WHAT THIS TASK INVOLVES:
Across the data, every line with the word "else" counts once; state the total alone.

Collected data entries
● ● ● ● ● ● ●

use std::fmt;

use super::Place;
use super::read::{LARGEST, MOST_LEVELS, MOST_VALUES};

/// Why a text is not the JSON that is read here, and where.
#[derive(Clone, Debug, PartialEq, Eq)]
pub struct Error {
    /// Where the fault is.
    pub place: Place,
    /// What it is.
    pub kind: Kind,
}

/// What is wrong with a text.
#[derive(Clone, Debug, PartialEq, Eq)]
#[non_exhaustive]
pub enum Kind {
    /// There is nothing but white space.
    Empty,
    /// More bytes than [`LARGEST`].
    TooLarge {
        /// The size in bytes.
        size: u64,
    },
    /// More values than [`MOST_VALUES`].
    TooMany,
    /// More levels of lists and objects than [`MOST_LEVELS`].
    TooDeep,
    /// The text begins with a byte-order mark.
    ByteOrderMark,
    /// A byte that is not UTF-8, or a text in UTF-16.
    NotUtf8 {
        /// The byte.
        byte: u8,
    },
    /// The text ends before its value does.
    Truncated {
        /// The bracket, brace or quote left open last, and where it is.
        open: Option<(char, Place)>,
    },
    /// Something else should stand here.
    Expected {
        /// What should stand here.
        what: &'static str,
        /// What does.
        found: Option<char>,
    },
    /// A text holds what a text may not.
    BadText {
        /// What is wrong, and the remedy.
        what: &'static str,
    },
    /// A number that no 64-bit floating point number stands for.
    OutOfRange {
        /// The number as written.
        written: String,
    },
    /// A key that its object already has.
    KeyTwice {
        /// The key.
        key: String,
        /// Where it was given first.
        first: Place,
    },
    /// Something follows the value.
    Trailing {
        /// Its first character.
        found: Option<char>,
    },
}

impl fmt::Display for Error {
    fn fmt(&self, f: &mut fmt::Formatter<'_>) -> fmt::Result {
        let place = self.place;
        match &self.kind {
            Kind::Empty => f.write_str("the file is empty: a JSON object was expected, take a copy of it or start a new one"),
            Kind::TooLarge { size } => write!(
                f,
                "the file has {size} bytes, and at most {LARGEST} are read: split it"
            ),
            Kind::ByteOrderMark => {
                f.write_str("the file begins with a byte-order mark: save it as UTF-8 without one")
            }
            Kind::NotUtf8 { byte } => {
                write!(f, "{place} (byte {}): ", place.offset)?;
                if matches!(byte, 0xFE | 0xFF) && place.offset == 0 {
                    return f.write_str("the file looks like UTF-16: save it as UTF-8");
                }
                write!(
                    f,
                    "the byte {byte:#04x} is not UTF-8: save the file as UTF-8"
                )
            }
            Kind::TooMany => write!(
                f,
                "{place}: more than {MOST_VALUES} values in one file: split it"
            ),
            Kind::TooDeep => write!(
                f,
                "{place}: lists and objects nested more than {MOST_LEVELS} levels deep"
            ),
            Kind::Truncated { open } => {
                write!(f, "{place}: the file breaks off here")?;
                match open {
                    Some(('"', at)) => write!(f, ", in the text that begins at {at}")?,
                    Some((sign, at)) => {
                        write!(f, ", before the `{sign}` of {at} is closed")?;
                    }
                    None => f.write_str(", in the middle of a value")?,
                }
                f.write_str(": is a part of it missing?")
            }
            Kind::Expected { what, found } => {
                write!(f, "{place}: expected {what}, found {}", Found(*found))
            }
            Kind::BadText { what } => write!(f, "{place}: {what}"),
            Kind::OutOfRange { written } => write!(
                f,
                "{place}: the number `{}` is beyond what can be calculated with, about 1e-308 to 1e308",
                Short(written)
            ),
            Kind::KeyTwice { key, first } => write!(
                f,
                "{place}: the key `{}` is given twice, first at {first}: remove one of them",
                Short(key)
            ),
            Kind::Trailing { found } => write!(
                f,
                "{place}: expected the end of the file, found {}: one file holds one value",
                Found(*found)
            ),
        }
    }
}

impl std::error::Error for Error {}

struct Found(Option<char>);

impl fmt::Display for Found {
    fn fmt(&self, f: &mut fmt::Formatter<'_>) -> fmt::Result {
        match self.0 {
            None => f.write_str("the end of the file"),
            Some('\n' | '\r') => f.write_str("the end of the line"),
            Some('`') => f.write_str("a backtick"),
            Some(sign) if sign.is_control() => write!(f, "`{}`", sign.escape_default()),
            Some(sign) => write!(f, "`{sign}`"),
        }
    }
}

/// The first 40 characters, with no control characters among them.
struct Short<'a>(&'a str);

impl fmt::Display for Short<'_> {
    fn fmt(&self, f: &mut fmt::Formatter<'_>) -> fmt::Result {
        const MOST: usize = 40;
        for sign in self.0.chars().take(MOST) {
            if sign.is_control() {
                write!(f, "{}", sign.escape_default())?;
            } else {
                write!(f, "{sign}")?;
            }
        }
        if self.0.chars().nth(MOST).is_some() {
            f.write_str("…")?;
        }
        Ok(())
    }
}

● ● ● ● ● ● ●

WRITTEN RESPONSE:
2